The purpose of Lightroom (cloudy) is the make all images available everywhere. You can’t keep the images on a local network because the Adobe cloud is at Adobe and not on your local network. Lightroom Classic uses a single user database that by design can’t be on a network for data integrity Lightroom cloudy uses a robust industrial strength database designed for internet access. You can use one or the other. The integration of Lightroom Classic with Lightroom is a transition from Classic to the cloud. The integration can be used to your advantage, but there is no guarantee that the integration will continue or be improved


Sent from my iPad using Tapatalk
 
The purpose of Lightroom (cloudy) is the make all images available everywhere. You can’t keep the images on a local network because the Adobe cloud is at Adobe and not on your local network. Lightroom Classic uses a single user database that by design can’t be on a network for data integrity Lightroom cloudy uses a robust industrial strength database designed for internet access. You can use one or the other. The integration of Lightroom Classic with Lightroom is a transition from Classic to the cloud. The integration can be used to your advantage, but there is no guarantee that the integration will continue or be improved

There's an ominous tone to the end of that which I think needs to be noted. I think many of us expect that over years Classic will wither on the vine and Cloudy will be the successor. But I think almost all of those also think that is years and years away. Adobe still invests in Classic. A very key aspect is that Classic and Cloudy share the same image rendering engine for raw conversion, so there appears to be zero risk in losing your edits if you one day decide to migrate. I think there will be plenty of time if there is ever a point at which migration is to become more, rather than less difficult.

Personally I tend to recommend you choose one - classic or cloudy -- and not try to use the mixture. Adobe did a (in my personal opinion) lousy job on the integration, whether on purpose or accidentally designing in a lot of quirks to trip up those who do not pay the closest of attention (and even some who do). Keywords and directional asymmetry are just two examples.

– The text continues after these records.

import { BitReader } from '../bits/bit-reader.ts';
import { CorruptStreamError } from '../errors/errors.ts';
import type { FieldPlan } from '../models/field-plan.ts';
import { FieldPredictor } from '../models/field-predictor.ts';
import { decodeRecord } from '../models/field-records.ts';
import { StaticFieldTables, type TokenReader } from '../models/field-tables.ts';
import { RangeDecoder } from '../stages/range-decoder.ts';
import { newSymbolArray } from '../symbols/sequence.ts';
import type { CodedInput, Decoded, DecodeLimits, Decoder, Setup } from './contract.ts';
import { continuationOf } from './fields-encoder.ts';
import type { FieldsSettings } from './fields-settings.ts';
import {
  adaptiveTablesFor,
  countedInRecords,
  startsAtMessages,
  tablesFor,
} from './fields-tables.ts';
import { MessageWalk } from './message-frame.ts';
import { growSymbols } from './symbol-buffer.ts';

/**
 * A message may claim more records than its bytes hold; room is made for about so many bytes at a
 * time.
 */
const ROOM_BYTES = 1 << 16;

export function fieldsDecoder(
  settings: FieldsSettings,
  setup: Setup,
  limits: DecodeLimits,
): Decoder {
  return { decode: (input) => decode(settings, setup, limits, input) };
}

function readerFor(
  settings: FieldsSettings,
  setup: Setup,
): { plan: FieldPlan; tables: TokenReader } {
  if (setup.policy !== 'shipped') return adaptiveTablesFor(settings, setup);
  const { plan, frequencies } = tablesFor(setup, 'shipped');
  return { plan, tables: new StaticFieldTables(plan, frequencies) };
}

function decode(
  settings: FieldsSettings,
  setup: Setup,
  limits: DecodeLimits,
  input: CodedInput,
): Decoded {
  const { alphabetSize } = setup;
  const { plan, tables } = readerFor(settings, setup);
  const size = plan.layout.bytes;
  const reader = new BitReader(input.bytes);
  const stage = new RangeDecoder(reader, settings.rangeBits);
  const walk = new MessageWalk(reader, countedInRecords(setup, plan.layout), input, limits);
  const predictor = new FieldPredictor(plan);
  const continuation = continuationOf(setup.lengths);
  const roomRecords = Math.ceil(ROOM_BYTES / size);
  let symbols = newSymbolArray(alphabetSize, 0) as Uint8Array;
  let filled = 0;
  let message = 0;
  for (let count = walk.next(); count >= 0; count = walk.next(), message++) {
    if (count % size !== 0) {
      throw new CorruptStreamError('a message is not a whole number of records', {
        messageIndex: message,
        expected: `a multiple of ${size} bytes`,
        got: `${count} bytes`,
      });
    }
    if (startsAtMessages(setup)) {
      predictor.start();
      tables.reset();
    }
    stage.begin();
    for (let left = count / size; left > 0; ) {
      const block = Math.min(left, roomRecords);
      symbols = growSymbols(symbols, alphabetSize, filled, block * size) as Uint8Array;
      for (let i = 0; i < block; i++) {
        decodeRecord(predictor, tables, stage, symbols, filled);
        filled += size;
      }
      left -= block;
    }
    walk.close(stage.end(continuation));
  }
  return {
    sequence: {
      alphabetSize,
      symbols: symbols.subarray(0, filled),
      messageEnds: walk.messageEnds,
    },
    bitsConsumed: reader.position,
  };
}
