import { CONSTANT, numberOf, WEIGHT_ONE, weightCount } from './field-linear.ts';
import {
  BOUNDS,
  EARLIER_FIELD,
  EARLIER_VALUE,
  type FieldPlan,
  LAST_RESIDUAL,
  NO_CONTEXT,
} from './field-plan.ts';
import { LINEAR, residualOf, valueBeside, valueFrom, zigzagBetween } from './field-residual.ts';
import { bucketOf } from './field-token.ts';

/**
 * What a record's parts are expected to be, from the records before it in the message; the same at
 * both ends.
 *
 * For each part in turn: {@link tableOf}, then {@link split} or {@link join}; after the last part
 * {@link advance}. The whole state is `values`, the records before and `age`: small enough to copy.
 */
export class FieldPredictor {
  readonly plan: FieldPlan;
  /** Values of the record at hand. */
  readonly values: Uint32Array;
  /** Residuals of its parts so far. */
  readonly residuals: Uint32Array;
  readonly #transforms: Uint8Array;
  readonly #contexts: Uint8Array;
  readonly #contextParts: Uint16Array;
  readonly #tableStart: Uint32Array;
  readonly #shifts: Uint8Array;
  readonly #signed: Uint8Array;
  readonly #references: Uint32Array;
  readonly #before: Uint32Array;
  readonly #beforeThat: Uint32Array;
  readonly #lastResiduals: Uint32Array;
  readonly #firstParts: Int16Array;
  /** Of the part whose table was asked last. */
  #weightClass = 0;
  /** Records since the contexts began, at most 2. */
  #age = 0;

  constructor(plan: FieldPlan) {
    this.plan = plan;
    this.#transforms = plan.transforms;
    this.#contexts = plan.contexts;
    this.#contextParts = plan.contextParts;
    this.#tableStart = plan.tableStart;
    this.#shifts = plan.shifts;
    this.#signed = plan.layout.signed;
    this.#references = plan.references;
    this.#firstParts = plan.firstParts;
    this.values = new Uint32Array(plan.partCount);
    this.residuals = new Uint32Array(plan.partCount);
    this.#before = new Uint32Array(plan.partCount);
    this.#beforeThat = new Uint32Array(plan.partCount);
    this.#lastResiduals = new Uint32Array(plan.partCount);
  }

  /** Begins a message: no record before. */
  start(): void {
    this.#age = 0;
  }

  /** The table of the part; residuals of earlier parts are known. */
  tableOf(part: number): number {
    const table = this.#tableStart[part];
    if (this.#age === 0) return table;
    this.#weightClass = 0;
    const kind = this.#contexts[part];
    if (kind === NO_CONTEXT) return table + 1;
    if (kind === LAST_RESIDUAL)
      return this.#age === 1 ? table + 1 : table + 2 + bucketOf(this.#lastResiduals[part]);
    const asked = this.#contextParts[part];
    if (kind === EARLIER_FIELD) this.#weightClass = bucketOf(this.residuals[asked]);
    else
      this.#weightClass = this.#classOf(
        asked,
        kind === EARLIER_VALUE ? this.values[asked] : this.#before[asked],
      );
    return table + 1 + this.#weightClass;
  }

  /** The residual of `values[part]`; {@link tableOf} of the part came before. */
  split(part: number): number {
    const value = this.values[part];
    const shift = this.#shifts[part];
    let residual: number;
    if (this.#age === 0) residual = zigzagBetween(value, this.#firstOf(part), shift);
    else if (this.#transforms[part] === LINEAR)
      residual = zigzagBetween(value, this.#linear(part), shift);
    else
      residual = residualOf(
        this.#transforms[part],
        value,
        this.#before[part],
        this.#beforeThat[part],
        shift,
        this.#signed[part],
      );
    this.residuals[part] = residual;
    return residual;
  }

  /** Sets `values[part]` from its residual; {@link tableOf} of the part came before. */
  join(part: number, residual: number): void {
    const shift = this.#shifts[part];
    this.residuals[part] = residual;
    if (this.#age === 0) this.values[part] = valueBeside(residual, this.#firstOf(part), shift);
    else if (this.#transforms[part] === LINEAR)
      this.values[part] = valueBeside(residual, this.#linear(part), shift);
    else
      this.values[part] = valueFrom(
        this.#transforms[part],
        residual,
        this.#before[part],
        this.#beforeThat[part],
        shift,
        this.#signed[part],
      );
  }

  /** What a message's first value is expected to be. */
  #firstOf(part: number): number {
    const beside = this.#firstParts[part];
    if (beside < 0) return this.#references[part];
    return this.#references[part] + this.#numberOf(this.values, beside);
  }

  /** What a later value is expected to be under `linear`: see field-linear.ts. */
  #linear(part: number): number {
    const { inputs, inputStart, weights, weightStart } = this.plan;
    const from = inputStart[part];
    const to = inputStart[part + 1];
    let at = weightStart[part] + this.#weightClass * weightCount(to - from);
    const own = this.#numberOf(this.#before, part);
    let sum = CONSTANT * weights[at++];
    sum += (own - this.#numberOf(this.#beforeThat, part)) * weights[at++];
    for (let i = from; i < to; i++) {
      const input = inputs[i];
      const before = this.#numberOf(this.#before, input);
      const change =
        input < part
          ? this.#numberOf(this.values, input) - before
          : before - this.#numberOf(this.#beforeThat, input);
      sum += change * weights[at++];
      sum += (before - own) * weights[at++];
    }
    return own + Math.floor((sum + WEIGHT_ONE / 2) / WEIGHT_ONE);
  }

  #numberOf(values: Uint32Array, part: number): number {
    return numberOf(values[part], this.#shifts[part], this.#signed[part]);
  }

  /** Ends the record. */
  advance(): void {
    const { values, residuals } = this;
    const before = this.#before;
    const beforeThat = this.#beforeThat;
    const last = this.#lastResiduals;
    const first = this.#age === 0;
    for (let part = 0; part < values.length; part++) {
      beforeThat[part] = first ? values[part] : before[part];
      before[part] = values[part];
      last[part] = residuals[part];
    }
    if (this.#age < 2) this.#age++;
  }

  /** Class of a part's value: how many bounds it has reached. */
  #classOf(part: number, unordered: number): number {
    const { bounds, flips } = this.plan;
    const value = (unordered ^ flips[part]) >>> 0;
    const from = part * BOUNDS;
    let reached = value >= bounds[from + 3] ? 4 : 0;
    if (value >= bounds[from + reached + 1]) reached += 2;
    if (value >= bounds[from + reached]) reached++;
    return reached;
  }
}
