import type { SymbolSequence } from '../symbols/sequence.ts';
import type { Coder, Setup, Tables } from './contract.ts';
import {
  bitsOfMessages,
  chooseTables,
  messagesWhere,
  startOfMessage,
} from './table-set-messages.ts';

/** Messages and symbols, about, on which tables are sought; all messages then train the tables that were found. */
const SAMPLE_MESSAGES = 2 ** 14;
const SAMPLE_SYMBOLS = 2 ** 18;
/** Messages that are tried as the beginning of each further table. */
const TRIED_BEGINNINGS = 4;
/** Times that all messages of the sample are given to their best table and all tables trained anew, at most. */
const ROUNDS = 8;

/**
 * `count` tables of `coder` for messages of several kinds: k-means with coded bits for the distance (S. P. Lloyd, IEEE Trans. Inf.
 * Theory 28(2), 1982, with the code length for the squared error).
 *
 * The first table is trained on all messages. Each further one begins at a message: those that its table codes best, symbol
 * for symbol against their best table so far, train the new table, as many as are a fair share of the symbols. Of a few such
 * beginnings the one that saves most bits is kept. Then, in rounds, each message goes to the table that gives it the fewest bits,
 * and each table is trained on its messages; the set with the fewest bits in all is kept. A table that no message wants stays as it is.
 *
 * Only integers are compared, so the tables are the same on every machine.
 * Cost: about 8 · count codings and trainings of each table on the sample, then count codings and one training of the whole.
 */
export function trainTableSet(
  coder: Coder,
  setup: Setup,
  whole: SymbolSequence,
  count: number,
): readonly Tables[] {
  if (count === 1) return [trainOn(coder, setup, whole)];
  const sample = sampleOf(whole);
  const found = refined(coder, setup, sample, begun(coder, setup, sample, count));
  const { owners } = chooseTables(coder, costSetup(setup), found, whole);
  return trainedAnew(coder, setup, whole, found, owners);
}

/** Messages at about even distances, whatever period the data have: a golden-ratio sequence decides. */
function sampleOf(whole: SymbolSequence): SymbolSequence {
  const share = Math.min(
    SAMPLE_MESSAGES / whole.messageEnds.length,
    SAMPLE_SYMBOLS / whole.symbols.length,
  );
  if (!(share < 1)) return whole;
  const below = Math.floor(share * 2 ** 32);
  return messagesWhere(whole, (i) => Math.imul(i, 0x9e3779b1) >>> 0 < below);
}

/** For tables against tables: symbol counts and padding are the same under each. */
function costSetup({ fill: _, unitSymbols: __, ...setup }: Setup): Setup {
  return { ...setup, lengths: 'known', align: 1 };
}

function trainOn(coder: Coder, setup: Setup, sequence: SymbolSequence): Tables {
  const trainer = coder.trainer!(setup);
  trainer.push(sequence);
  return trainer.finish();
}

function trainedAnew(
  coder: Coder,
  setup: Setup,
  messages: SymbolSequence,
  sets: readonly Tables[],
  owners: Uint8Array,
): readonly Tables[] {
  return sets.map((tables, table) => {
    const own = messagesWhere(messages, (i) => owners[i] === table);
    return own.symbols.length === 0 ? tables : trainOn(coder, setup, own);
  });
}

function refined(
  coder: Coder,
  setup: Setup,
  messages: SymbolSequence,
  begun: readonly Tables[],
): readonly Tables[] {
  let best = begun;
  let bestBits = Number.POSITIVE_INFINITY;
  let sets = begun;
  for (let round = 0; round <= ROUNDS; round++) {
    const choice = chooseTables(coder, costSetup(setup), sets, messages);
    if (choice.totalBits >= bestBits) break;
    best = sets;
    bestBits = choice.totalBits;
    if (round < ROUNDS) sets = trainedAnew(coder, setup, messages, sets, choice.owners);
  }
  return best;
}

/** The tables before the first round. */
function begun(
  coder: Coder,
  setup: Setup,
  messages: SymbolSequence,
  count: number,
): readonly Tables[] {
  const price = (tables: Tables) =>
    bitsOfMessages(coder, { ...costSetup(setup), tables }, messages);
  const sets = [trainOn(coder, setup, messages)];
  const leastBits = price(sets[0]);
  const symbolCounts = messages.messageEnds.map((end, i) => end - startOfMessage(messages, i));
  while (sets.length < count) {
    const share = messages.symbols.length / (sets.length + 1);
    let best = sets[0];
    let bestBits = leastBits;
    let bestSaved = -1;
    for (const index of beginnings(leastBits, symbolCounts)) {
      const alone = trainOn(
        coder,
        setup,
        messagesWhere(messages, (i) => i === index),
      );
      const added = price(alone).map((bits, i) => bits - leastBits[i]);
      const near = nearest(added, symbolCounts, share);
      const tables = trainOn(
        coder,
        setup,
        messagesWhere(messages, (i) => near[i] === 1),
      );
      const bits = price(tables);
      let saved = 0;
      for (let i = 0; i < bits.length; i++) saved += Math.max(0, leastBits[i] - bits[i]);
      if (saved <= bestSaved) continue;
      best = tables;
      bestBits = bits;
      bestSaved = saved;
    }
    sets.push(best);
    for (let i = 0; i < leastBits.length; i++) leastBits[i] = Math.min(leastBits[i], bestBits[i]);
  }
  return sets;
}

/** Messages with symbols, by rising bits a symbol, of equals in their order. */
function byBitsPerSymbol(bits: Float64Array, symbolCounts: Uint32Array): Uint32Array {
  const order = new Uint32Array(bits.length);
  let count = 0;
  for (let i = 0; i < bits.length; i++) if (symbolCounts[i] > 0) order[count++] = i;
  return order
    .subarray(0, count)
    .sort((a, b) => bits[a] * symbolCounts[b] - bits[b] * symbolCounts[a] || a - b);
}

/** A few messages, from those that are coded well so far to those that are coded badly. */
function beginnings(leastBits: Float64Array, symbolCounts: Uint32Array): Set<number> {
  const order = byBitsPerSymbol(leastBits, symbolCounts);
  const chosen = new Set<number>();
  for (let i = 0; i < TRIED_BEGINNINGS && order.length > 0; i++)
    chosen.add(order[Math.floor(((2 * i + 1) * order.length) / (2 * TRIED_BEGINNINGS))]);
  return chosen;
}

/** Marks the messages with the fewest bits a symbol, until they hold `share` symbols. */
function nearest(bits: Float64Array, symbolCounts: Uint32Array, share: number): Uint8Array {
  const marks = new Uint8Array(bits.length);
  let held = 0;
  for (const i of byBitsPerSymbol(bits, symbolCounts)) {
    if (held >= share) break;
    marks[i] = 1;
    held += symbolCounts[i];
  }
  return marks;
}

If you can't migrate to Cloudy (or do not want to, e.g. because of the whole "cloud" issue), you may be an exception who needs to capitalize on the limited integration that exists. I think there is plenty of good documentation on it (including here) that if you dive in you can avoid most of the pitfalls, and I really do not expect that integration to get worse in the moderate future. Too many customers still rely on it, not just for simultaneous use of both, but for migration -- and migration is what Adobe hopes for. To get you on their cloudy version. So they are not going to make that path harder.